No prizes for guessing who the author is referring to.

It's budget day in Ireland, with an emphasis on government readiness to spend to cope with the fallout from Brexit.  But the British government also faces a fiscal challenge from Brexit, particularly a no-deal Brexit.  

The independent economic think-tank - the Institute for Fiscal Studies - estimates the cost of propping up the UK economy in the event of a no-deal Brexit will push government debt to its highest level since the 1960s.

A fiscal stimulus package to offset the worst effects of a no-deal Brexit would cost £100 billion according to the IFS - and would result in net growth of zero!.

The IFS base scenario is that there will be a delay to Brexit - it won’t happen on 31 October. Given that the UK economy is performing poorly anyway (mainly due to lack of investment for the past three years, because of uncertainty), its assumes there will be some fiscal loosening anyway.

"In this scenario, we assume a further fiscal loosening of between 1 and 2% of GDP. There would be a chance of small rate cuts. Growth remains below 1% in 2020 and, while it then picks up, it remains very poor, below 1½% in 2021 and 2022".

The IFS says leaving the EU with a deal would be better for the economy than more delay - because the certainty would probably bring an investment boost and a rise in consumer sentiment.  But it would also need a fiscal stimulus.

"If this were to come with tax cuts and further spending increases together worth 1 to 1.5% of GDP (over and above the loosening at the September 2019 Spending Round), then growth should pick up to (a still poor) 1.5% a year in the short term".

The worst damage would happen under a no-deal Brexit, even a "relatively benign scenario: "We assume this would happen under a Conservative-led government, which would implement further fiscal loosening totalling 2% of GDP. Interest rates are cut to zero alongside £50 billion of quantitative easing. Private consumption and investment growth falls while net trade is also a drag on growth. Overall, the economy does not grow over the next two years, and grows by just 1.1% in 2022, leaving it 2.5% smaller in that year than under our base case".

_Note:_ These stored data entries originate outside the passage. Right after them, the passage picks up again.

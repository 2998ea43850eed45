/* table-votable.c - a table as VOTable 1.4 (IVOA recommendation, Ochsenbein et al. 2019). */
#include "config.h"
#include "writers/table-private.h"

#include <math.h>

#define TIME_SYSTEM "times"

static void append (GString *xml, const char *format, ...) G_GNUC_PRINTF (2, 3);

/* Strings are escaped, and what XML has no character for (controls, stray bytes) becomes a question mark. */
static void
append (GString *xml, const char *format, ...)
{
  va_list arguments;
  va_start (arguments, format);
  g_autofree char *text = g_markup_vprintf_escaped (format, arguments);
  va_end (arguments);
  g_string_append (xml, text);
}

static char *
clean (const char *text)
{
  char *valid = g_utf8_make_valid (text, -1);
  for (char *c = valid; *c; c++)
    if ((guchar) *c < 0x20 && *c != '\t' && *c != '\n')
      *c = '?';
  return valid;
}

static void
append_info (GString *xml, const char *name, const char *value, const char *meaning)
{
  g_autofree char *shown = clean (value);
  append (xml, "  <INFO name=\"%s\" value=\"%s\">%s</INFO>\n", name, shown, meaning);
}

static void
append_facts (GString *xml, const AntTable *table)
{
  const AntRecord *record = table->record;
  append_info (xml, "program", "Antumbra " ANT_VERSION, "what wrote this table");
  g_autofree char *name = ant_record_name (record);
  append_info (xml, "record", name, "the record it tells of");
  append_info (xml, "SHA256", record->sha256 ? record->sha256 : "unknown", "of the record's bytes");
  for (guint i = 0; i < table->facts->len; i++)
    {
      const AntTableFact *fact = &g_array_index (table->facts, AntTableFact, i);
      char number[G_ASCII_DTOSTR_BUF_SIZE];
      if (fact->text || isfinite (fact->number))
        append_info (xml, fact->key,
                     fact->text ? fact->text : g_ascii_formatd (number, sizeof number, "%.10g", fact->number), fact->meaning);
    }
}

static void
append_field (GString *xml, const AntTable *table, const AntTableColumn *column)
{
  static const char *const types[] = { [ANT_CELL_REAL] = "datatype=\"double\"", [ANT_CELL_WHOLE] = "datatype=\"int\"",
                                       [ANT_CELL_TEXT] = "datatype=\"unicodeChar\" arraysize=\"*\"",
                                       [ANT_CELL_BITS] = "datatype=\"unicodeChar\" arraysize=\"*\"" };
  append (xml, "   <FIELD name=\"%s\" ID=\"%s\" ", column->name, column->name);
  g_string_append (xml, types[column->kind]);
  if (column->unit)
    append (xml, " unit=\"%s\"", column->unit);
  if (column->ucd)
    append (xml, " ucd=\"%s\"", column->ucd);
  if (column->is_jd && table->record->time.origin_known)
    g_string_append (xml, " ref=\"" TIME_SYSTEM "\"");
  if (column->meaning)
    append (xml, ">\n    <DESCRIPTION>%s</DESCRIPTION>\n   </FIELD>\n", column->meaning);
  else
    g_string_append (xml, "/>\n");
}

static void
append_cell (GString *xml, const AntTable *table, const AntTableColumn *column, gsize row)
{
  char digits[400];
  g_string_append (xml, "<TD>");
  if (column->kind == ANT_CELL_REAL)
    g_string_append (xml, ant_table_digits (column, column->number (table->rows, row), sizeof digits, digits));
  else if (column->kind == ANT_CELL_WHOLE)
    g_string_append_printf (xml, "%d", (int) column->number (table->rows, row));
  else
    {
      g_autofree char *text = column->text (table->rows, row), *shown = clean (text);
      append (xml, "%s", shown);
    }
  g_string_append (xml, "</TD>");
}

static void
append_notes (GString *xml, const AntTable *table)
{
  g_string_append (xml, "   <DESCRIPTION>");
  for (guint i = 0; i < table->notes->len; i++)
    {
      g_autofree char *shown = clean (g_ptr_array_index (table->notes, i));
      append (xml, "%s%s.", i ? "\n" : "", shown);
    }
  g_string_append (xml, "</DESCRIPTION>\n");
}

GBytes *
ant_table_votable (const AntTable *table)
{
  GString *xml = g_string_new ("<?xml version=\"1.0\" encoding=\"UTF-8\"?>\n"
                               "<VOTABLE version=\"1.4\" xmlns=\"http://www.ivoa.net/xml/VOTable/v1.3\">\n"
                               " <RESOURCE type=\"results\">\n");
  if (table->record->time.origin_known)
    append (xml, "  <TIMESYS ID=\"" TIME_SYSTEM "\" timeorigin=\"JD-origin\" timescale=\"%s\" refposition=\"%s\"/>\n",
            ant_table_scale_word (table->record, "UNKNOWN"), ant_table_place_word (table->record));
  append_facts (xml, table);
  append (xml, "  <TABLE name=\"%s\" nrows=\"%" G_GSIZE_FORMAT "\">\n", table->name, table->n_rows);
  append_notes (xml, table);
  for (guint c = 0; c < table->columns->len; c++)
    append_field (xml, table, &g_array_index (table->columns, AntTableColumn, c));
  g_string_append (xml, "   <DATA>\n    <TABLEDATA>\n");
  for (gsize row = 0; row < table->n_rows; row++)
    {
      g_string_append (xml, "     <TR>");
      for (guint c = 0; c < table->columns->len; c++)
        append_cell (xml, table, &g_array_index (table->columns, AntTableColumn, c), row);
      g_string_append (xml, "</TR>\n");
    }
  g_string_append (xml, "    </TABLEDATA>\n   </DATA>\n  </TABLE>\n </RESOURCE>\n</VOTABLE>\n");
  return g_string_free_to_bytes (xml);
}
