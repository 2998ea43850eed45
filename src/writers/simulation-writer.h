/* simulation-writer.h - a simulated record as text, and the truth about it as a table. */
#pragma once

#include <stdio.h>
#include "data/recipe.h"

/* Comment lines with units, then time_utc,irradiance[,uncertainty],flag: one row per observed sample, flag 0 = good.
 * recipe->scenario.seed is the seed that was used. The stream keeps errors (ferror). */
void ant_simulation_write_record (const AntRecipe *recipe, const AntSimulated *simulated, FILE *stream);

/* One row per crossing, disc passage of a spot group (of 5 ppm or more), flare, step, warm-up and spike that touches
 * the record, by time: kind, name, start, mid and end as UTC and JD(UTC), duration_h, depth_ppm (greatest, before
 * exposure smearing; negative: brighter), mean_depth_ppm (over contacts I to IV), radius_ratio, impact, coverage
 * (observed fraction of start..end). The recipe stands above it as comments. */
void ant_simulation_write_truth (const AntRecipe *recipe, const AntSimulated *simulated, FILE *stream);
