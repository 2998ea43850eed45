/* witness-options.c - witnesses by the command. */
#include "cli/witness-options.h"

#include <glib/gi18n.h>

#include "data/error.h"
#include "jobs/witness-job.h"

void
ant_witness_options_add (GOptionContext *context, AntWitnessOptions *options)
{
  const GOptionEntry entries[] = {
    { "witness", 0, 0, G_OPTION_ARG_FILENAME_ARRAY, &options->files,
      N_("compare with another instrument's record, its columns perhaps behind ::; up to four times"), N_("FILE[::COLUMNS]") },
    { NULL }
  };
  g_option_context_add_main_entries (context, entries, NULL);
}

void
ant_witness_options_clear (AntWitnessOptions *options)
{
  g_clear_pointer (&options->files, g_strfreev);
}

gboolean
ant_witness_options_add_to (const AntWitnessOptions *options, GPtrArray *witnesses, GError **error)
{
  guint n = options->files ? g_strv_length (options->files) : 0;
  if (n + witnesses->len > ANT_MOST_WITNESSES)
    {
      g_set_error (error, ANT_ERROR, ANT_ERROR_USAGE, _("--witness: found %u files, expected %d at most"), n + witnesses->len, ANT_MOST_WITNESSES);
      return FALSE;
    }
  for (guint i = 0; i < n; i++)
    {
      AntWitness *witness = ant_witness_parse (options->files[i], error);
      if (!witness)
        return FALSE;
      g_ptr_array_add (witnesses, witness);
    }
  return TRUE;
}

GPtrArray *
ant_witnesses_open (GPtrArray *witnesses, AntRecord *record, const AntSettings *settings, GCancellable *cancellable, GError **error)
{
  g_autoptr (GPtrArray) comparisons = g_ptr_array_new_with_free_func ((GDestroyNotify) ant_comparison_unref);
  for (guint i = 0; i < witnesses->len; i++)
    {
      AntWitness *witness = g_ptr_array_index (witnesses, i);
      AntComparison *comparison = ant_witness_job_open (record, witness, settings, cancellable, error);
      if (!comparison)
        return NULL;
      g_ptr_array_add (comparisons, comparison);
      if (witness->sha256 && g_strcmp0 (witness->sha256, comparison->witness->sha256) != 0)
        g_printerr (_("antumbra-cli: %s: the bytes of this witness are not those that the analysis was made with\n"), witness->path);
      g_free (witness->sha256);
      witness->sha256 = g_strdup (comparison->witness->sha256);
    }
  return g_steal_pointer (&comparisons);
}

void
ant_witnesses_print (const GPtrArray *comparisons)
{
  for (guint i = 0; i < comparisons->len; i++)
    {
      const AntComparison *comparison = g_ptr_array_index (comparisons, i);
      g_autoptr (GPtrArray) words = ant_comparison_words (comparison);
      g_print (_("Witness %u, %s:\n"), i + 1, comparison->witness->path);
      for (guint k = 0; k < words->len; k++)
        g_print ("  - %s\n", (const char *) g_ptr_array_index (words, k));
    }
}

void
ant_witnesses_print_dip (const GPtrArray *comparisons, const AntSettings *settings, const AntDip *dip)
{
  for (guint i = 0; i < comparisons->len; i++)
    {
      const AntComparison *comparison = g_ptr_array_index (comparisons, i);
      AntWitnessFact fact;
      ant_witness_job_fact (comparison, settings, dip, &fact);
      if (fact.looking)
        g_print (_("Witness %u, %s: depth %.4g +- %.3g ppm.\n"), i + 1, comparison->witness->path, fact.depth_ppm, fact.sigma_ppm);
      else
        g_print (_("Witness %u, %s: not looking then.\n"), i + 1, comparison->witness->path);
    }
}
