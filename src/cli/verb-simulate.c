/* verb-simulate.c - `antumbra-cli simulate`: a record from a recipe, and the truth beside it. */
#include <glib/gi18n.h>
#include <string.h>

#include "cli/exit-code.h"
#include "cli/verbs.h"
#include "data/error.h"
#include "data/recipe.h"
#include "writers/simulation-writer.h"
#include "writers/whole-file.h"

typedef struct
{
  char *out, *truth, *seed;
  gboolean force;
} Choices;

static void
choices_clear (Choices *choices)
{
  g_free (choices->out);
  g_free (choices->truth);
  g_free (choices->seed);
}
G_DEFINE_AUTO_CLEANUP_CLEAR_FUNC (Choices, choices_clear)

/* "records/larkspur.csv" -> "records/larkspur-truth.csv" */
static char *
truth_beside (const char *out)
{
  const char *name = strrchr (out, '/') ? strrchr (out, '/') + 1 : out;
  const char *dot = strrchr (name, '.');
  gsize stem = dot && dot != name ? (gsize) (dot - out) : strlen (out);
  return g_strdup_printf ("%.*s-truth.csv", (int) stem, out);
}

/* Both files or none: both are on the disk before the first gets its name. */
static gboolean
write_files (const Choices *choices, const AntRecipe *recipe, const AntSimulated *simulated, GError **error)
{
  g_autoptr (AntWholeFile) record = ant_whole_file_open (choices->out, choices->force, error);
  if (!record)
    return FALSE;
  g_autoptr (AntWholeFile) truth = ant_whole_file_open (choices->truth, choices->force, error);
  if (!truth)
    return FALSE;
  ant_simulation_write_record (recipe, simulated, ant_whole_file_stream (record));
  ant_simulation_write_truth (recipe, simulated, ant_whole_file_stream (truth));
  return ant_whole_file_finish (record, error) && ant_whole_file_finish (truth, error)
         && ant_whole_file_commit (g_steal_pointer (&record), error)
         && ant_whole_file_commit (g_steal_pointer (&truth), error);
}

static gboolean
simulate (const Choices *choices, const char *path, GError **error)
{
  AntStatus status;
  g_autoptr (AntRecipe) recipe = ant_recipe_load (path, error);
  if (!recipe || (choices->seed && !ant_recipe_set_seed (recipe, choices->seed, error)))
    return FALSE;
  AntSimulated *simulated = ant_simulate (&recipe->scenario, &status);
  if (!simulated)
    return ant_status_to_error (status, _("simulating the record"), error);
  gboolean written = write_files (choices, recipe, simulated, error);
  ant_simulated_free (simulated);
  return written;
}

int
ant_verb_simulate (int argc, char **argv)
{
  g_auto (Choices) choices = { 0 };
  const GOptionEntry entries[] = {
    { "out", 'o', 0, G_OPTION_ARG_FILENAME, &choices.out, N_("write the record to FILE"), N_("FILE") },
    { "truth", 't', 0, G_OPTION_ARG_FILENAME, &choices.truth,
      N_("write what is in it to FILE (default: beside the record, with “-truth.csv”)"), N_("FILE") },
    { "seed", 's', 0, G_OPTION_ARG_STRING, &choices.seed, N_("draw with this seed, not the recipe's"), N_("N") },
    { "force", 'f', 0, G_OPTION_ARG_NONE, &choices.force, N_("replace files that are there"), NULL },
    { NULL }
  };
  g_autoptr (GOptionContext) context = g_option_context_new (_("RECIPE"));
  g_option_context_set_summary (context,
                                _("Makes a record with known dips, spots, gaps and faults from a recipe (a key file; "
                                   "docs/recipes.md).\nThe same recipe and seed give the same bytes."));
  g_option_context_add_main_entries (context, entries, NULL);

  g_autoptr (GError) error = NULL;
  if (!g_option_context_parse (context, &argc, &argv, &error))
    return ant_cli_fail (error);
  if (argc != 2)
    return ant_cli_fail_usage (_("simulate: found %d recipes, expected one"), argc - 1);
  if (!choices.out)
    return ant_cli_fail_usage (_("simulate: found no --out, expected --out FILE"));
  if (!choices.truth)
    choices.truth = truth_beside (choices.out);
  if (g_str_equal (choices.truth, choices.out))
    return ant_cli_fail_usage (_("simulate: found one name for the record and the truth, expected two"));
  if (!simulate (&choices, argv[1], &error))
    return ant_cli_fail (error);
  return ANT_EXIT_DONE;
}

The IFS thinks revoking Brexit would be the best economic outcome, which could see growth rise to 2% a year. This is most likely to happen under a Labour government - but the cost of implementing Labour's 2017 manifesto - such as the state buying back utilities and transport companies "would offset at least some of the benefits of remaining in the EU".

There is further bad news for business in the Financial Times, which leads with a Treasury report estimating the cost of filling in customs forms for UK companies post Brexit. The Treasury estimates that cost at £15bn a year - which the FT contrasts with Boris Johnson’s assertion that the UK will save £1bn a month by not making EU budget contributions.

The Treasury estimates filling in the paperwork for an average import consignment to the UK will take an hour and 45 minutes, and will cost £28 per consignment if done in house, or £56 per consignment if outsourced to a freight forwarding agent.

These costs are estimated to fall on the 245,000 UK businesses that trade with EU countries and so do not currently have to complete customs forms.  

The FT says the Treasury underestimates the customs cost of Brexit as it does not make any estimates for any impact on services companies - which make up the vast bulk of the UK economy - nor does the estimate look at the cost of preparing for the change to customs that will fall on businesses.

Finally, the UK is publishing a revised tariff list. Its substantially the same as the one published in March, but the notable changes are a cut in the tariff on the import of trucks - saving hauliers some £15,000 on the cost of a new HGV - and an increase in the tariff on imported bioethanol, to protect the UK industry.